Turkey has claimed it notified Belgian authorities last summer that one of the Brussels suicide bombers was a "foreign terrorist fighter".
The country's president, Recep Tayyip Erdogan, said Ibrahim El Bakraoui had been detained near the Syrian border in June 2015 and deported to the Netherlands.
He added: "Belgium ignored our warning that this person is a foreign fighter." El Bakraoui was later freed from custody.
It has also emerged that both Ibrahim El Bakraoui and his younger brother Khalid, the man behind the bombing at Maalbeek metro station, were convicted criminals.
Najim Laachraoui, the other Islamic State attacker at Zaventem Airport, was the suspected bomb maker in last November's Paris massacre.
Belgium's terror threat alert remains at its highest level as police pursue a suspect captured on CCTV alongside Ibrahim El Bakraoui and Laachraoui - moments before they detonated their suitcase bombs.
The man, who was dressed in a light-coloured jacket and a hat, is yet to be named by investigators.
Prosecutors have claimed his suitcase bomb, which failed to detonate, was the largest of them all.
Belgian counter-terror officials have raised the prospect that other suspects linked to the attacks may also still be at large.

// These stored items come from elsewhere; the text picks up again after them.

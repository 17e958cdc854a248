package shuntwright.planner.window.chart;

import java.awt.image.BufferedImage;

import javafx.embed.swing.SwingFXUtils;
import javafx.scene.Node;
import javafx.scene.SnapshotParameters;
import javafx.scene.transform.Transform;

/** Pictures of drawings for files. */
public final class Pictures {
    private static final double SCALE = 2;

    private Pictures() {
    }

    /** The drawing, twice as fine as on the screen. */
    public static BufferedImage of(Node drawing) {
        SnapshotParameters parameters = new SnapshotParameters();
        parameters.setTransform(Transform.scale(SCALE, SCALE));
        return SwingFXUtils.fromFXImage(drawing.snapshot(parameters, null), null);
    }
}
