package shuntwright.planner.window.chart;

import java.util.ArrayList;
import java.util.List;
import java.util.Locale;
import java.util.stream.DoubleStream;

/**
 * One axis of a chart, in the numbers of its unit.
 *
 * @param unit        of its numbers
 * @param min         left or lower end
 * @param max         right or upper end
 * @param logarithmic true when equal ratios are equally wide
 */
public record Scale(Unit unit, double min, double max, boolean logarithmic) {
    private static final double ROOM = 0.07;

    public Scale {
        if (!(min < max) || (logarithmic && !(min > 0))) {
            throw new IllegalArgumentException("a scale goes up, got " + min + " to " + max);
        }
    }

    /**
     * A round number on the scale.
     *
     * @param at   share of the scale
     * @param text with as many decimals as all the others
     */
    public record Tick(double at, String text) {}

    /** A scale with room around the values; around nothing from 0 to 1. */
    public static Scale around(Unit unit, DoubleStream values, boolean logarithmic) {
        double[] all = values.map(each -> each * unit.factor()).toArray();
        double min = DoubleStream.of(all).min().orElse(0);
        double max = DoubleStream.of(all).max().orElse(1);
        if (logarithmic && min > 0) {
            double wider = Math.pow(Math.max(max / min, 1.5), ROOM);
            return new Scale(unit, min / wider, max * wider, true);
        }
        double least = Math.max(Math.abs(max) * 0.02, unit.whole() ? 2 : 1e-9);
        double lacking = Math.max(0, least - (max - min)) / 2;
        double room = ROOM * Math.max(max - min, least);
        double low = min - lacking - room;
        // nothing here is below zero: no room beyond it
        return new Scale(unit, min >= 0 ? Math.max(low, -room * 0.01) : low, max + lacking + room, false);
    }

    /** Where a value stands, as a share of the scale. */
    public double place(double value) {
        double number = value * unit.factor();
        return logarithmic ? Math.log(number / min) / Math.log(max / min) : (number - min) / (max - min);
    }

    /** Round numbers, at most so many. */
    public List<Tick> ticks(int most) {
        return logarithmic && max / min > 8 ? decades(most) : even(most);
    }

    private List<Tick> even(int most) {
        double rough = (max - min) / Math.max(1, most);
        double power = Math.pow(10, Math.floor(Math.log10(rough)));
        double step = power * (rough <= power ? 1 : rough <= 2 * power ? 2 : rough <= 5 * power ? 5 : 10);
        if (unit.whole()) {
            step = Math.max(1, step);
        }
        int decimals = (int) Math.max(0, Math.ceil(-Math.log10(step) - 1e-9));
        List<Tick> ticks = new ArrayList<>();
        for (double number = Math.ceil(min / step - 1e-9); number * step <= max; number++) {
            ticks.add(tick(number * step, decimals));
        }
        return ticks;
    }

    /** 1, 2 and 5 of each power of ten, where those are too many 1 and 3, or the powers alone. */
    private List<Tick> decades(int most) {
        List<Tick> all = decades(List.of(1, 2, 5));
        List<Tick> fewer = all.size() <= most ? all : decades(List.of(1, 3));
        return fewer.size() <= most ? fewer : decades(List.of(1));
    }

    private List<Tick> decades(List<Integer> digits) {
        List<Tick> ticks = new ArrayList<>();
        for (int exponent = (int) Math.floor(Math.log10(min)); Math.pow(10, exponent) <= max; exponent++) {
            for (int digit : digits) {
                double number = digit * Math.pow(10, exponent);
                if (number >= min && number <= max) {
                    ticks.add(tick(number, Math.max(0, -exponent)));
                }
            }
        }
        return ticks;
    }

    private Tick tick(double number, int decimals) {
        return new Tick(place(number / unit.factor()),
                String.format(Locale.ROOT, "%,." + decimals + "f", number == 0 ? 0 : number).replace('-', '−'));
    }
}
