/** Charts of the window: scales, points, lines, and how they are drawn and saved. */
@NullMarked
package shuntwright.planner.window.chart;

import org.jspecify.annotations.NullMarked;
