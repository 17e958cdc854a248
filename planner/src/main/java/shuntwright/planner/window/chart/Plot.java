package shuntwright.planner.window.chart;

import java.util.List;
import java.util.OptionalDouble;

/**
 * A chart; all places are shares of its scales.
 *
 * @param x     from left to right
 * @param y     from below to above
 * @param lines each from point to point
 * @param spots points; those that can be chosen and others
 * @param gaps  where there is nothing to show, from left to right
 * @param gap   why, in words
 * @param now   where the board stands at present
 * @param empty why there is nothing at all, in words; empty when there is
 * @param words everything in words
 */
public record Plot(Scale x, Scale y, List<Line> lines, List<Spot> spots, List<Gap> gaps, String gap, OptionalDouble now,
        String empty, String words) {
    public Plot {
        lines = List.copyOf(lines);
        spots = List.copyOf(spots);
        gaps = List.copyOf(gaps);
    }

    /** A place. */
    public record Place(double x, double y) {}

    /** A line from place to place. */
    public record Line(List<Place> places) {
        public Line {
            places = List.copyOf(places);
        }
    }

    /** What a point is. */
    public enum Kind {
        /** One of those computed. */
        POINT,
        /** The one chosen of them. */
        CHOSEN,
        /** The board as it is planned at present. */
        PRESENT
    }

    /** @param words its values */
    public record Spot(Place place, Kind kind, String words) {}

    /** Where no value can be had. */
    public record Gap(double from, double to) {}

    /** A chart without anything on it. */
    public static Plot empty(Scale x, Scale y, String why) {
        return new Plot(x, y, List.of(), List.of(), List.of(), "", OptionalDouble.empty(), why, why);
    }
}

In total, the attacks have killed at least 31 people - a student and a mother of twins among them.
Local media reports suggest that of the 150 injured victims still in hospital, 61 of them are in intensive care.
Four Britons were among those hurt in the blasts, and worried relatives have said they are "desperately" searching for David Dixon - a man originally from Hartlepool who is feared to have been on Brussels' subway system at the time of the Maalbeek explosion.
The UK's Home Secretary, Theresa May, is meeting her counterparts from EU nations in Brussels later for specially convened talks about the bombings.
An EU statement said the meeting is "intended to show solidarity with Belgium and discuss the actual state of play in the fight against terrorism".